//! The book: all that the user enters for one site, and nothing computed.
//!
//! These are the types of the saved file (format 1, see [`crate::format`]):
//! changing one changes the file. Each field's name ends in the base unit of
//! its value; how each is read and which range it takes is
//! [`Field`](crate::field::Field)'s.

use crate::entry::Entry;
use crate::pipe_copy::PipeCopy;
use crate::units::UnitSystem;
use schemars::JsonSchema;
use serde::{Deserialize, Serialize};

/// Number of a station, stretch, fitting or own pipe: given once, outlives
/// edits, unique within its list.
pub type Id = u32;

/// One site's document.
#[derive(Debug, Clone, PartialEq, Serialize, Deserialize, JsonSchema)]
#[serde(deny_unknown_fields)]
pub struct Book {
    /// Format of the file; see [`crate::format::FORMAT`].
    pub format: u32,
    /// The edition of the program that wrote it.
    pub written_by: String,
    /// The book's own key among many.
    pub id: String,
    /// Counts the edits.
    #[serde(default)]
    pub revision: u64,
    /// Edition of the pipe catalogue its copies were taken from.
    #[serde(default)]
    pub catalogue_edition: String,
    /// Whether the site is invented, as in the demo: said on every print.
    #[serde(default)]
    pub invented: bool,
    /// Units of the screen and the print.
    #[serde(default)]
    pub units: UnitSystem,
    /// Title block.
    #[serde(default)]
    pub site: Site,
    /// What the stream gives.
    #[serde(default)]
    pub stream: Stream,
    /// Water and jet levels, in the book's own datum.
    #[serde(default)]
    pub levels: Levels,
    /// Temperatures that decide strength, stiffness and losses.
    #[serde(default)]
    pub climate: Climate,
    /// The surveyed line.
    #[serde(default)]
    pub line: LineEntries,
    /// A copy of every catalogue pipe the line uses.
    #[serde(default)]
    pub pipes: Vec<PipeCopy>,
    /// Pipes of the user's own.
    #[serde(default)]
    pub own_pipes: Vec<OwnPipeEntry>,
    /// Nozzles.
    #[serde(default)]
    pub jets: Jets,
    /// Prices from the user's own list.
    #[serde(default)]
    pub prices: Prices,
    /// How the jets are shut and opened, and what else moves the water.
    #[serde(default, skip_serializing_if = "is_usual")]
    pub surge: SurgeEntries,
    /// Limits and margins that are the user's to change.
    #[serde(default)]
    pub limits: Limits,
    /// What the print needs beside the figures.
    #[serde(default)]
    pub print: PrintSetup,
}

/// The title block.
#[derive(Debug, Clone, PartialEq, Eq, Default, Serialize, Deserialize, JsonSchema)]
#[serde(deny_unknown_fields, default)]
pub struct Site {
    /// Name of the site.
    pub name: String,
    /// Where it is.
    pub place: String,
    /// Who it is for.
    pub client: String,
    /// Who measured and entered it.
    pub prepared_by: String,
    /// Date as typed.
    pub date: String,
    /// Anything to remember.
    pub note: String,
}

macro_rules! entries {
    (
        $(#[$meta:meta])*
        $name:ident { $( $(#[$field_meta:meta])* $field:ident ),+ $(,)? }
    ) => {
        $(#[$meta])*
        #[derive(Debug, Clone, PartialEq, Default, Serialize, Deserialize, JsonSchema)]
        #[serde(deny_unknown_fields, default)]
        pub struct $name {
            $(
                $(#[$field_meta])*
                #[serde(skip_serializing_if = "Entry::is_untouched")]
                pub $field: Entry,
            )+
        }
    };
}

entries! {
    /// What the stream gives.
    Stream {
        /// Flow the scheme is sized for, m³/s.
        design_flow_m3_s,
    }
}

entries! {
    /// Levels in the book's own datum, m.
    Levels {
        /// Highest water level in the forebay: decides pressure.
        forebay_highest_m,
        /// Normal water level in the forebay: decides power. Where none is
        /// entered, the level of the first station stands in, and is said.
        forebay_normal_m,
        /// Lowest water level in the forebay.
        forebay_lowest_m,
        /// Axis of the jets. Where none is entered, the level of the last
        /// station stands in, and is said.
        jet_axis_m,
        /// Tail water.
        tail_m,
        /// The pressure gauge.
        gauge_m,
    }
}

entries! {
    /// Place and climate.
    Climate {
        /// Altitude above the sea, apart from local levels, m.
        altitude_m,
        /// Coldest water, degC.
        coldest_water_degc,
        /// Warmest water, degC.
        warmest_water_degc,
        /// Coldest pipe wall, degC.
        coldest_wall_degc,
        /// Warmest pipe wall (sun on bare pipe, water standing), degC.
        warmest_wall_degc,
    }
}

/// How station distances are measured.
#[derive(Debug, Clone, Copy, PartialEq, Eq, Hash, Default, Serialize, Deserialize, JsonSchema)]
#[serde(rename_all = "snake_case")]
pub enum DistanceKind {
    /// Along the slope, by tape on the ground or the pipe.
    #[default]
    Slope,
    /// Horizontal, off a map or by level.
    Horizontal,
}

/// What a station's distance is counted from.
#[derive(Debug, Clone, Copy, PartialEq, Eq, Hash, Default, Serialize, Deserialize, JsonSchema)]
#[serde(rename_all = "snake_case")]
pub enum Reckoning {
    /// From the first station.
    #[default]
    FromStart,
    /// From the station before.
    FromPrevious,
}

/// How the level of a station was found. Every way but the first reckons from
/// the station before; the first station of a line always has a level.
#[derive(Debug, Clone, Copy, PartialEq, Eq, Hash, Default, Serialize, Deserialize, JsonSchema)]
#[serde(rename_all = "snake_case")]
pub enum SurveyWay {
    /// Its level is entered.
    #[default]
    Level,
    /// By clinometer: fore sight from the station before, and a back sight
    /// from here, if one was taken.
    Angle,
    /// By staff or water hose: readings at the station before and here.
    Staff,
}

/// How the pipe is turned at a station.
#[derive(Debug, Clone, Copy, PartialEq, Eq, Hash, Default, Serialize, Deserialize, JsonSchema)]
#[serde(rename_all = "snake_case")]
pub enum BendKind {
    /// A smooth bend.
    #[default]
    Smooth,
    /// A mitre bend.
    Mitre,
    /// The joints, or the pipe's own flexing, take it up: no bend piece.
    Joints,
}

/// How the water comes to the intake.
#[derive(Debug, Clone, Copy, PartialEq, Eq, Hash, Default, Serialize, Deserialize, JsonSchema)]
#[serde(rename_all = "snake_case")]
pub enum Approach {
    /// From the side, or past a corner: the careful choice.
    #[default]
    Lateral,
    /// Straight, and alike from both sides.
    Symmetrical,
}

/// Whether a choice is the one taken where none was made: left out of the
/// file.
fn is_usual<T: Default + PartialEq>(choice: &T) -> bool {
    *choice == T::default()
}

/// The surveyed line.
#[derive(Debug, Clone, PartialEq, Default, Serialize, Deserialize, JsonSchema)]
#[serde(deny_unknown_fields, default)]
pub struct LineEntries {
    /// Slope or horizontal distances.
    pub distance_kind: DistanceKind,
    /// Running from the start, or leg by leg.
    pub reckoning: Reckoning,
    /// Known fall from the first station to the last, m: what the survey is
    /// closed on.
    #[serde(skip_serializing_if = "Entry::is_untouched")]
    pub known_fall_m: Entry,
    /// Whether the closing error is spread over the legs levelled by angle or
    /// staff.
    #[serde(skip_serializing_if = "is_usual")]
    pub spread_error: bool,
    /// How the pipe is turned where a station does not say.
    #[serde(skip_serializing_if = "is_usual")]
    pub bend: BendKind,
    /// Radius over bore of the smooth bends that come from the survey.
    #[serde(skip_serializing_if = "Entry::is_untouched")]
    pub bend_radius_number: Entry,
    /// Stations from the forebay down, in the order of the line.
    pub stations: Vec<Station>,
    /// Stretches in the order of the line; each runs to where the next begins.
    pub stretches: Vec<StretchEntry>,
    /// Fittings and valves.
    pub fittings: Vec<FittingEntry>,
}

/// A surveyed point of the pipe's axis.
#[derive(Debug, Clone, PartialEq, Default, Serialize, Deserialize, JsonSchema)]
#[serde(deny_unknown_fields)]
pub struct Station {
    /// Its number.
    pub id: Id,
    /// A name, if it has one.
    #[serde(default, skip_serializing_if = "String::is_empty")]
    pub name: String,
    /// How its level was found.
    #[serde(default, skip_serializing_if = "is_usual")]
    pub way: SurveyWay,
    /// Kind of this station's distance, where it is not the line's. One that
    /// differs from the line's is counted from the station before.
    #[serde(default, skip_serializing_if = "Option::is_none")]
    pub distance_kind: Option<DistanceKind>,
    /// Distance, of the line's [`DistanceKind`] and [`Reckoning`], m.
    #[serde(default, skip_serializing_if = "Entry::is_untouched")]
    pub distance_m: Entry,
    /// Level, m.
    #[serde(default, skip_serializing_if = "Entry::is_untouched")]
    pub level_m: Entry,
    /// Sight from the station before to this one: degree above the
    /// horizontal, below zero downhill.
    #[serde(default, skip_serializing_if = "Entry::is_untouched")]
    pub fore_sight_deg: Entry,
    /// Sight from this station back to the one before: degree above the
    /// horizontal, so above zero where the line falls.
    #[serde(default, skip_serializing_if = "Entry::is_untouched")]
    pub back_sight_deg: Entry,
    /// Staff or hose reading at the station before; of several steps the sum,
    /// m.
    #[serde(default, skip_serializing_if = "Entry::is_untouched")]
    pub staff_back_m: Entry,
    /// Staff or hose reading here; of several steps the sum, m.
    #[serde(default, skip_serializing_if = "Entry::is_untouched")]
    pub staff_fore_m: Entry,
    /// Turn of the line on the plan, degree; to the left below zero.
    #[serde(default, skip_serializing_if = "Entry::is_untouched")]
    pub plan_turn_deg: Entry,
    /// How the pipe is turned here, where not as the line's.
    #[serde(default, skip_serializing_if = "Option::is_none")]
    pub bend: Option<BendKind>,
}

====

Note each line of the entries that has "invented" in it, and copy those lines.

    /// Whether the site is invented, as in the demo: said on every print.
    pub invented: bool,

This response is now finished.